When they’d returned to the kitchen Anna noted that Ratih had left her two pots, plates, some forks and spoons, tin mugs and a cleaver from her
kampong
kitchen. She glanced tentatively at her father, and saw that he was still in the wheelchair parked in the centre of the kitchen and had become incoherent with rage. ‘Scotch!’ he finally managed to burst out.

Budi said, ‘There is one more thing, Anna.’ He pointed to an unobtrusive trapdoor beside the stove and then pulled the heavy bolt and lifted it, using the neatly cut handgrip. Anna felt compelled to move over and look. A set of wooden steps led downwards. ‘See, it is a cellar!’ Budi announced, anxious to show her this architectural aberration in the plain little house. He began to descend the short flight of wooden steps. Anna felt trapped; she knew she must tend to her father but, at the same time, didn’t want to delay Ratih and Budi or to have them witness her humiliation at her father’s cantankerous behaviour. She elected to follow him into the cellar, knowing that she would have the remainder of the day to administer to her furious father, whose drunken behaviour was absorbing almost every moment of her life, and she felt a tiny sting of resentment deep inside her. ‘Soon, Papa,’ she called, trying to stay calm in the presence of the other three and then following Budi down the steps. Ratih and Kiki came too, not wishing to be left alone with the enormous apoplectic Dutchman.

The cellar could barely contain the four of them, and the ceiling was only just above Anna’s head. A tiny window set directly under the line of the ceiling created by the kitchen floor let in a soft light and could be opened if necessary to let in fresh air. Curiously, a tiny pair of neat canvas curtains hung from either side of the window and below that a shelf had been built to hold equipment so that it could be easily seen in the light coming from the window.
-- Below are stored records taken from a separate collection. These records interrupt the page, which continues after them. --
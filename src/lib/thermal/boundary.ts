// boundary conditions: a surface film is a resistance (robin); a zero resistance prescribes the
// surface temperature (dirichlet); sun on the outside enters through the sol-air temperature
import { compileSignal, signalAt, signalRate, type CompiledSignal } from './signals.ts';
import type { InsideBoundary, OutsideBoundary } from './types.ts';

/** one side of the wall, ready for the time loop */
export interface BoundarySide {
  /** surfaceResistance = 0: the surface node follows the driving temperature */
  prescribed: boolean;
  /** film coefficient 1/R, W/m²K (0 when prescribed; the film is not used then) */
  h: number;
  air: CompiledSignal;
  /** irradiance on the surface, or null without sun */
  irradiance: CompiledSignal | null;
  /** absorptance · R, m²K/W: the sol-air rise per W/m² */
  solarGain: number;
  /** net long-wave loss of the surface (W/m², positive = loss), or null without it */
  netLoss: CompiledSignal | null;
  /** R, m²K/W: the sol-air drop per W/m² of long-wave loss */
  lossGain: number;
}

/**
 * sol-air temperature = air + R_se · (absorptance · irradiance − netLoss) (engine contract, "Sol-air temperature").
 * with R_se = 0 the term vanishes and the sol-air temperature equals the air temperature: a prescribed
 * surface has no film through which absorbed sun could raise it, so sun is then ignored (documented choice).
 */
export function solAirTemperature(
  air: number,
  absorptance: number,
  irradiance: number,
  surfaceResistance: number,
  netLoss = 0,
): number {
  return air + surfaceResistance * (absorptance * irradiance - netLoss);
}

export function outsideBoundary(b: OutsideBoundary): BoundarySide {
  const R = b.surfaceResistance;
  return {
    prescribed: R === 0,
    h: R === 0 ? 0 : 1 / R,
    air: compileSignal(b.air),
    irradiance: b.solar && R > 0 ? compileSignal(b.solar.irradiance) : null,
    solarGain: b.solar && R > 0 ? b.solar.absorptance * R : 0,
    netLoss: b.longWave && R > 0 ? compileSignal(b.longWave.netLoss) : null,
    lossGain: b.longWave && R > 0 ? R : 0,
  };
}

export function insideBoundary(b: InsideBoundary): BoundarySide {
  const R = b.surfaceResistance;
  return {
    prescribed: R === 0,
    h: R === 0 ? 0 : 1 / R,
    air: compileSignal(b.air),
    irradiance: null,
    solarGain: 0,
    netLoss: null,
    lossGain: 0,
  };
}

/** the temperature that drives the surface: sol-air outside, air inside (°C) */
export function drivingTemperature(side: BoundarySide, t: number): number {
  let d = signalAt(side.air, t);
  if (side.irradiance !== null) d += side.solarGain * signalAt(side.irradiance, t);
  if (side.netLoss !== null) d -= side.lossGain * signalAt(side.netLoss, t);
  return d;
}

/** rate of change of the driving temperature (K/s), for the surface flux of a prescribed surface */
export function drivingRate(side: BoundarySide, t: number, h: number): number {
  let r = signalRate(side.air, t, h);
  if (side.irradiance !== null) r += side.solarGain * signalRate(side.irradiance, t, h);
  if (side.netLoss !== null) r -= side.lossGain * signalRate(side.netLoss, t, h);
  return r;
}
‘The cellar, it is for the potatoes. To store in the dark so they don’t start to grow,’ Budi informed Anna in a serious voice, proud that he knew something extraordinary about the mysterious habits of potatoes spontaneously sending out shoots if left in the light. ‘They have eyes,’ he said. ‘They grow from the eyes.’

‘Lieutenant Joost, his wife, she sold her potatoes to the other Dutch who do not always like to eat only rice,’ Ratih said. Then she added, ‘The sergeant he is getting some potatoes from Lieutenant Joost and I have tried to cook, but I do not like.’
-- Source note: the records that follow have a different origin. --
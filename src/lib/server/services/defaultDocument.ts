// the first revision of a new assembly: a small, sensible build-up for its element and
// the default exposure with the inside surface resistance for the heat-flow direction.
import { defaultExposure, ISO6946_RSI, type DocLayer, type WorkbenchDocument } from '../../schemas/workbench';

export type Element = 'wall' | 'roof' | 'floor';

const layer = (id: string, l: Omit<DocLayer, 'id' | 'materialRef' | 'vapourResistanceFactor' | 'note'> & { vapourResistanceFactor?: number }): DocLayer => ({
  id,
  materialRef: null,
  note: '',
  vapourResistanceFactor: l.vapourResistanceFactor ?? null,
  ...l,
});

// typical values to be replaced by product data; sources beside each (values from memory)
const SRC_10456 = 'Typical design value in the range ISO 10456 tabulates (from memory); replace with product data';
const SRC_GUIDE = 'Typical value, common practice for the material (from memory); replace with product data';

const LAYERS: Record<Element, () => DocLayer[]> = {
  // outside → inside: brick outer leaf, mineral wool, block inner leaf, plaster
  wall: () => [
    layer('l1', { name: 'Clay brick outer leaf', materialClass: 'masonry', thickness: 0.1025, conductivity: 0.77, density: 1700, specificHeat: 800, vapourResistanceFactor: 10, source: SRC_GUIDE }),
    layer('l2', { name: 'Mineral wool batt', materialClass: 'insulation', thickness: 0.1, conductivity: 0.035, density: 30, specificHeat: 1030, vapourResistanceFactor: 1, source: SRC_10456 }),
    layer('l3', { name: 'Medium-density concrete block', materialClass: 'masonry', thickness: 0.1, conductivity: 0.51, density: 1400, specificHeat: 1000, vapourResistanceFactor: 10, source: SRC_GUIDE }),
    layer('l4', { name: 'Gypsum plaster', materialClass: 'render', thickness: 0.013, conductivity: 0.4, density: 1000, specificHeat: 1000, vapourResistanceFactor: 10, source: SRC_10456 }),
  ],
  // outside → inside: membrane, PIR board, reinforced concrete deck, plaster
  roof: () => [
    layer('l1', { name: 'Bituminous membrane', materialClass: 'membrane', thickness: 0.005, conductivity: 0.17, density: 1050, specificHeat: 1000, vapourResistanceFactor: 50000, source: SRC_10456 }),
    layer('l2', { name: 'PIR insulation board', materialClass: 'insulation', thickness: 0.12, conductivity: 0.022, density: 32, specificHeat: 1400, vapourResistanceFactor: 60, source: SRC_GUIDE }),
    layer('l3', { name: 'Reinforced concrete deck', materialClass: 'concrete', thickness: 0.15, conductivity: 2.3, density: 2300, specificHeat: 1000, vapourResistanceFactor: 80, source: SRC_10456 }),
    layer('l4', { name: 'Gypsum plaster', materialClass: 'render', thickness: 0.013, conductivity: 0.4, density: 1000, specificHeat: 1000, vapourResistanceFactor: 10, source: SRC_10456 }),
  ],
  // outside (below) → inside: EPS under the slab, reinforced concrete slab, sand-cement screed
  floor: () => [
    layer('l1', { name: 'EPS insulation board', materialClass: 'insulation', thickness: 0.1, conductivity: 0.035, density: 20, specificHeat: 1450, vapourResistanceFactor: 60, source: SRC_10456 }),
    layer('l2', { name: 'Reinforced concrete slab', materialClass: 'concrete', thickness: 0.15, conductivity: 2.3, density: 2300, specificHeat: 1000, vapourResistanceFactor: 80, source: SRC_10456 }),
    layer('l3', { name: 'Sand-cement screed', materialClass: 'concrete', thickness: 0.065, conductivity: 1.4, density: 2000, specificHeat: 1000, vapourResistanceFactor: 50, source: SRC_GUIDE }),
  ],
};

/** ISO 6946 conventional surface resistances: wall horizontal 0.13, roof (heat flow upward) 0.10, floor (downward) 0.17 m²K/W */
const DIRECTION = { wall: 'horizontal', roof: 'upward', floor: 'downward' } as const;

export function defaultDocument(element: Element): WorkbenchDocument {
  const direction = DIRECTION[element];
  return {
    version: 2,
    layers: LAYERS[element](),
    exposure: { ...defaultExposure(), heatFlowDirection: direction, insideSurfaceResistance: ISO6946_RSI[direction] },
  };
}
Anna only half-listened, for above them in the kitchen her father was shouting. He must have managed to rise from the wheelchair and was stamping his feet on the kitchen floor. ‘Scotch!
Waar? Waar?
You
fokin’
little cow!’

The four of them emerged from the basement to find Piet Van Heerden standing, holding onto the edge of the kitchen table, his huge frame swaying dangerously. ‘
Fok
off, you black bastards!’ he shouted, pointing unsteadily at Ratih and Budi. Anna, in abject tears, hastily led them to the front door, all the while apologising profusely for her father.
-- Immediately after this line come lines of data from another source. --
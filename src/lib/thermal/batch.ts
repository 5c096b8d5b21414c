// simulateBatch(): K independent models advanced through the same time steps, interleaved four at a time.
//
// a thomas solve is one dependent chain of multiply-subtracts per node, so a single model leaves most of the
// cpu's pipeline idle. four independent chains in one hand-unrolled loop overlap their latencies. models with
// the same step schedule (time step, duration, output interval, scheme and restart sub-steps) form a group; a
// group runs in quads, its models padded to a common node count with their coefficients packed [node][lane].
// each lane does exactly the arithmetic thetaStep() does for its model, in the same order, so every result is
// identical to simulate() of that model (the periodic start, outputs and energy account are shared code).
import {
  beginStep,
  endStep,
  finishRun,
  now,
  prepareRun,
  stepRun,
  SimulationCancelled,
  STEP_FULL,
  SUBSTEPS,
  substepping,
  type Run,
  type StepSet,
  type Stepping,
} from './simulate.ts';
import type { Model, Result, SimulateOptions } from './types.ts';

/** models interleaved in one loop */
export const LANES = 4;

/** one stepping of up to four models, packed row by row ([node][coefficient][lane]) and padded */
export interface Packed {
  /** the coefficients; per row either six blocks of four lanes (lower, 1/den, upper′, E lower, E diag, E upper) or,
   * when E lower = −M lower everywhere (crank–nicolson: both are ½ of the conductance), five without E lower */
  c: Float64Array;
  five: boolean;
}

/**
 * packs the steppings of up to four models, so one row's numbers sit in a few cache lines. rows past a model's
 * inside node are empty (zero inverse), and the explicit upper coefficient of its inside node is 1 so the inside
 * boundary term can ride in the next row's slot of x (thetaStep adds bN there; 1·bN adds exactly the same number).
 */
export function pack(steppings: ReadonlyArray<Stepping | null>, rows: number): Packed {
  let five = true;
  for (const s of steppings) {
    if (!s) continue;
    const lower = s.factor.lower;
    const el = s.matrices.explicit.lower;
    for (let i = 1; i < s.factor.n; i++) if (el[i] !== -lower[i]) five = false;
  }
  const width = five ? 5 * LANES : 6 * LANES;
  const c = new Float64Array(width * (rows + 1));
  for (let k = 0; k < steppings.length; k++) {
    const s = steppings[k];
    if (!s) continue;
    const n = s.factor.n;
    const { lower, inverse, upperPrime } = s.factor;
    const e = s.matrices.explicit;
    for (let i = 0; i < n; i++) {
      const q = width * i + k;
      c[q] = lower[i];
      c[q + 4] = inverse[i];
      c[q + 8] = upperPrime[i];
      const eu = i === n - 1 ? 1 : e.upper[i];
      if (five) {
        c[q + 12] = e.diag[i];
        c[q + 16] = eu;
      } else {
        c[q + 12] = e.lower[i];
        c[q + 16] = e.diag[i];
        c[q + 20] = eu;
      }
    }
  }
  return { c, five };
}

/**
 * one θ-step of four packed models in place: x ← M⁻¹(E x + b0 e₀ + bN e_last) per lane, with the operations of
 * thetaStep() in the same order, so each lane's result is identical to it. x is packed [node][lane];
 * x[LANES·n_k + k] must hold lane k's bN on entry (it is 0 again on exit). the old values of x ride in registers
 * (previous, current, next per lane) as in thetaStep().
 */
export function packedStep(p: Packed, x: Float64Array, rows: number, b0: Float64Array): void {
  if (p.five) packedStepFive(p.c, x, rows, b0);
  else packedStepSix(p.c, x, rows, b0);
}

// six coefficients a row: r = el·x₋ + ed·x + eu·x₊, d = (r − lower·d₋)/den, as thetaStep()
function packedStepSix(c: Float64Array, x: Float64Array, rows: number, b0: Float64Array): void {
  let xp0 = x[0];
  let xp1 = x[1];
  let xp2 = x[2];
  let xp3 = x[3];
  let xc0 = x[4];
  let xc1 = x[5];
  let xc2 = x[6];
  let xc3 = x[7];
  let d0 = (c[16] * xp0 + c[20] * xc0 + b0[0]) * c[4];
  let d1 = (c[17] * xp1 + c[21] * xc1 + b0[1]) * c[5];
  let d2 = (c[18] * xp2 + c[22] * xc2 + b0[2]) * c[6];
  let d3 = (c[19] * xp3 + c[23] * xc3 + b0[3]) * c[7];
  x[0] = d0;
  x[1] = d1;
  x[2] = d2;
  x[3] = d3;
  let b = LANES;
  let q = 6 * LANES;
  for (let i = 1; i < rows; i++, b += LANES, q += 6 * LANES) {
    const xn0 = x[b + 4];
    const xn1 = x[b + 5];
    const xn2 = x[b + 6];
    const xn3 = x[b + 7];
    d0 = (c[q + 12] * xp0 + c[q + 16] * xc0 + c[q + 20] * xn0 - c[q] * d0) * c[q + 4];
    d1 = (c[q + 13] * xp1 + c[q + 17] * xc1 + c[q + 21] * xn1 - c[q + 1] * d1) * c[q + 5];
    d2 = (c[q + 14] * xp2 + c[q + 18] * xc2 + c[q + 22] * xn2 - c[q + 2] * d2) * c[q + 6];
    d3 = (c[q + 15] * xp3 + c[q + 19] * xc3 + c[q + 23] * xn3 - c[q + 3] * d3) * c[q + 7];
    x[b] = d0;
    x[b + 1] = d1;
    x[b + 2] = d2;
    x[b + 3] = d3;
    xp0 = xc0;
    xp1 = xc1;
    xp2 = xc2;
    xp3 = xc3;
    xc0 = xn0;
    xc1 = xn1;
    xc2 = xn2;
    xc3 = xn3;
  }
  backSubstitute(c, x, rows, 6 * LANES);
}

// five coefficients a row: el = −lower exactly, so el·x₋ + ed·x is written ed·x − lower·x₋ (the same number:
// (−a)·b = −(a·b) and a + (−b) = a − b exactly in ieee arithmetic) and one load a lane is saved
function packedStepFive(c: Float64Array, x: Float64Array, rows: number, b0: Float64Array): void {
  let xp0 = x[0];
  let xp1 = x[1];
  let xp2 = x[2];
  let xp3 = x[3];
  let xc0 = x[4];
  let xc1 = x[5];
  let xc2 = x[6];
  let xc3 = x[7];
  let d0 = (c[12] * xp0 + c[16] * xc0 + b0[0]) * c[4];
  let d1 = (c[13] * xp1 + c[17] * xc1 + b0[1]) * c[5];
  let d2 = (c[14] * xp2 + c[18] * xc2 + b0[2]) * c[6];
  let d3 = (c[15] * xp3 + c[19] * xc3 + b0[3]) * c[7];
  x[0] = d0;
  x[1] = d1;
  x[2] = d2;
  x[3] = d3;
  let b = LANES;
  let q = 5 * LANES;
  for (let i = 1; i < rows; i++, b += LANES, q += 5 * LANES) {
    const xn0 = x[b + 4];
    const xn1 = x[b + 5];
    const xn2 = x[b + 6];
    const xn3 = x[b + 7];
    const l0 = c[q];
    const l1 = c[q + 1];
    const l2 = c[q + 2];
    const l3 = c[q + 3];
    d0 = (c[q + 12] * xc0 - l0 * xp0 + c[q + 16] * xn0 - l0 * d0) * c[q + 4];
    d1 = (c[q + 13] * xc1 - l1 * xp1 + c[q + 17] * xn1 - l1 * d1) * c[q + 5];
    d2 = (c[q + 14] * xc2 - l2 * xp2 + c[q + 18] * xn2 - l2 * d2) * c[q + 6];
    d3 = (c[q + 15] * xc3 - l3 * xp3 + c[q + 19] * xn3 - l3 * d3) * c[q + 7];
    x[b] = d0;
    x[b + 1] = d1;
    x[b + 2] = d2;
    x[b + 3] = d3;
    xp0 = xc0;
    xp1 = xc1;
    xp2 = xc2;
    xp3 = xc3;
    xc0 = xn0;
    xc1 = xn1;
    xc2 = xn2;
    xc3 = xn3;
  }
  backSubstitute(c, x, rows, 5 * LANES);
}

// x_i −= upper′_i · x_{i+1}, bottom to top, four lanes at a time
function backSubstitute(c: Float64Array, x: Float64Array, rows: number, width: number): void {
  let b = LANES * (rows - 2);
  let q = width * (rows - 2) + 8;
  for (; b >= 0; b -= LANES, q -= width) {
    x[b] -= c[q] * x[b + 4];
    x[b + 1] -= c[q + 1] * x[b + 5];
    x[b + 2] -= c[q + 2] * x[b + 6];
    x[b + 3] -= c[q + 3] * x[b + 7];
  }
}

/** the key that decides which runs may step together */
function scheduleKey(run: Run): string {
  const restarts: number[] = [];
  for (let n = 0; n < run.kinds.length; n++) if (run.kinds[n] !== STEP_FULL) restarts.push(n, run.kinds[n]);
  return [run.dt, run.duration, run.interval, run.theta, run.remainder, restarts.join(',')].join('|');
}

/** four (or fewer, the rest empty) runs of one schedule stepped together */
function runQuad(runs: Run[], options: SimulateOptions, progress: (steps: number) => void): number {
  const first = runs[0];
  const { steps, fullSteps, dt, remainder, duration, outputs, interval } = first;
  const rows = Math.max(...runs.map((r) => r.nodes)) + 1; // one spare row for the inside boundary terms
  const sets = (which: (r: Run) => StepSet | null): Packed[] => {
    const present = which(first);
    if (!present) return [];
    return [0, 1, 2].map((kind) =>
      kind === 0 || present.quarter ? pack(runs.map((r) => substepping(which(r) as StepSet, kind)), rows) : pack([], rows),
    );
  };
  const fullPacked = sets((r) => r.full);
  const tailPacked = sets((r) => r.tail);
  const x = new Float64Array(LANES * (rows + 1));
  const b0 = new Float64Array(LANES);
  const lanes = runs.length;
  for (let k = 0; k < lanes; k++) {
    const T = runs[k].st.temperature;
    for (let i = 0; i < T.length; i++) x[LANES * i + k] = T[i];
  }
  const unpack = (k: number, into: Float64Array): void => {
    for (let i = 0; i < into.length; i++) into[i] = x[LANES * i + k];
  };
  const every = Math.max(1, Math.floor(options.progressEvery ?? 4096));
  const shouldCancel = options.shouldCancel;
  const eps = 1e-9 * Math.min(dt, interval);

  // per set (full, tail), per sub-step kind, per lane: the stepping; and each lane's state and node count
  const laneSteppings = [first.full, first.tail].map((present, t) =>
    present ? [0, 1, 2].map((which) => runs.map((r) => (which === 0 || present.quarter ? substepping((t === 0 ? r.full : r.tail) as StepSet, which) : null))) : [],
  );
  const states = runs.map((r) => r.st);
  const lastRow = runs.map((r) => r.nodes - 1);
  // lanes under the very same boundaries (a compare or a sensitivity study: one exposure, several walls) have the
  // same drives and boundary terms: computed once, for the first lane, and copied (the same numbers)
  const boundaries = (r: Run): string => JSON.stringify([r.model.outside, r.model.inside]);
  const shared = runs.every((r) => boundaries(r) === boundaries(first));

  const started = now();
  for (let n = 0; n < steps; n++) {
    const isTail = n === fullSteps;
    const packed = isTail ? tailPacked : fullPacked;
    const stepping = laneSteppings[isTail ? 1 : 0];
    const h = isTail ? remainder : dt;
    const tFrom = n * dt;
    const tTo = isTail ? duration : (n + 1) * dt;
    const next = first.nextOutput;
    const interior = next < outputs && next * interval < tTo - eps;
    if (interior) for (let k = 0; k < lanes; k++) unpack(k, runs[k].previous);
    const subs = SUBSTEPS[first.kinds[n]];
    for (let j = 0; j < subs.length; j++) {
      const which = subs[j][0];
      const f = subs[j][1];
      const tSub = f === 1 ? tTo : tFrom + f * h;
      const lane = stepping[which];
      if (shared) beginStep(states[0], lane[0] as Stepping, tSub);
      const lead = states[0];
      for (let k = 0; k < lanes; k++) {
        const st = states[k];
        const last = lastRow[k];
        st.t0 = x[k];
        st.t1 = x[LANES + k];
        st.tm = x[LANES * (last - 1) + k];
        st.tn = x[LANES * last + k];
        if (!shared) beginStep(st, lane[k] as Stepping, tSub);
        else if (k > 0) {
          st.oAfter = lead.oAfter;
          st.iAfter = lead.iAfter;
          st.b0 = lead.b0;
          st.bN = lead.bN;
        }
        b0[k] = st.b0;
        x[LANES * (last + 1) + k] = st.bN;
      }
      packedStep(packed[which], x, rows, b0);
      for (let k = 0; k < lanes; k++) {
        const last = lastRow[k];
        const st = states[k];
        st.a0 = x[k];
        st.a1 = x[LANES + k];
        st.am = x[LANES * (last - 1) + k];
        st.an = x[LANES * last + k];
        endStep(st, lane[k] as Stepping);
      }
    }
    if (next < outputs && next * interval <= tTo + eps) {
      for (let k = 0; k < lanes; k++) {
        unpack(k, runs[k].st.temperature);
        runs[k].recordWithin(tFrom, tTo);
      }
    }
    if ((n + 1) % every === 0) {
      if (shouldCancel && shouldCancel()) throw new SimulationCancelled();
      progress(every * lanes);
    }
  }
  const elapsed = now() - started;
  for (let k = 0; k < lanes; k++) unpack(k, runs[k].st.temperature);
  progress((steps % every) * lanes);
  return elapsed;
}

/**
 * runs every model and returns their results in input order, each identical to simulate() of that model.
 * models that share a step schedule are stepped four at a time; a model left alone runs through simulate().
 */
export function simulateBatch(models: readonly Model[], options: SimulateOptions = {}): Result[] {
  const results: Result[] = new Array(models.length);
  const runs = models.map((m) => prepareRun(m, options));
  const totalSteps = runs.reduce((a, r) => a + r.steps, 0);
  let done = 0;
  const onProgress = options.onProgress;
  const progress = (steps: number): void => {
    done += steps;
    if (onProgress && totalSteps > 0) onProgress(Math.min(1, done / totalSteps));
  };
  // groups of one schedule, each sorted by node count so a quad pads as little as possible
  const groups = new Map<string, number[]>();
  runs.forEach((r, i) => {
    const key = scheduleKey(r);
    const g = groups.get(key);
    if (g) g.push(i);
    else groups.set(key, [i]);
  });
  for (const indices of groups.values()) {
    indices.sort((a, b) => runs[a].nodes - runs[b].nodes);
    for (let q = 0; q < indices.length; q += LANES) {
      const members = indices.slice(q, q + LANES);
      if (members.length === 1) {
        const i = members[0];
        const ms = stepRun(runs[i], { ...options, onProgress: undefined });
        progress(runs[i].steps);
        results[i] = finishRun(runs[i], ms);
        continue;
      }
      const quad = members.map((i) => runs[i]);
      const ms = runQuad(quad, options, progress);
      // each model's share of the stepping time, for its periodic-start cost
      members.forEach((i, k) => (results[i] = finishRun(quad[k], ms / members.length)));
    }
  }
  if (onProgress) onProgress(1);
  return results;
}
‘It is all right, Anna. It is hard for him, he is sick,’ Ratih said, while Budi remained silent, his expression indicating that he was not as easily mollified.
Kleine
Kiki said a tearful goodbye, her eyes pleading to be asked to stay on to help Anna with Piet Van Heerden. But Anna knew she had to face her father alone. From this moment on he was her sole responsibility. ‘Don’t forget to give Mother Ratih your gifts,’ she called to
Kleine
Kiki, wiping her eyes on her sleeve. ‘
Not
from me, from
you
,
Kiki!’ She watched as they all turned and waved from the street, then she turned in the direction of the interior where her father was bellowing like an angry bull. ‘Oh, shut up!’ she shouted, knowing he would not hear her but vexed beyond her patience level. Then covering her ears with her hands she yelled, ‘Shut up! Shut up! You horrible, horrible man!’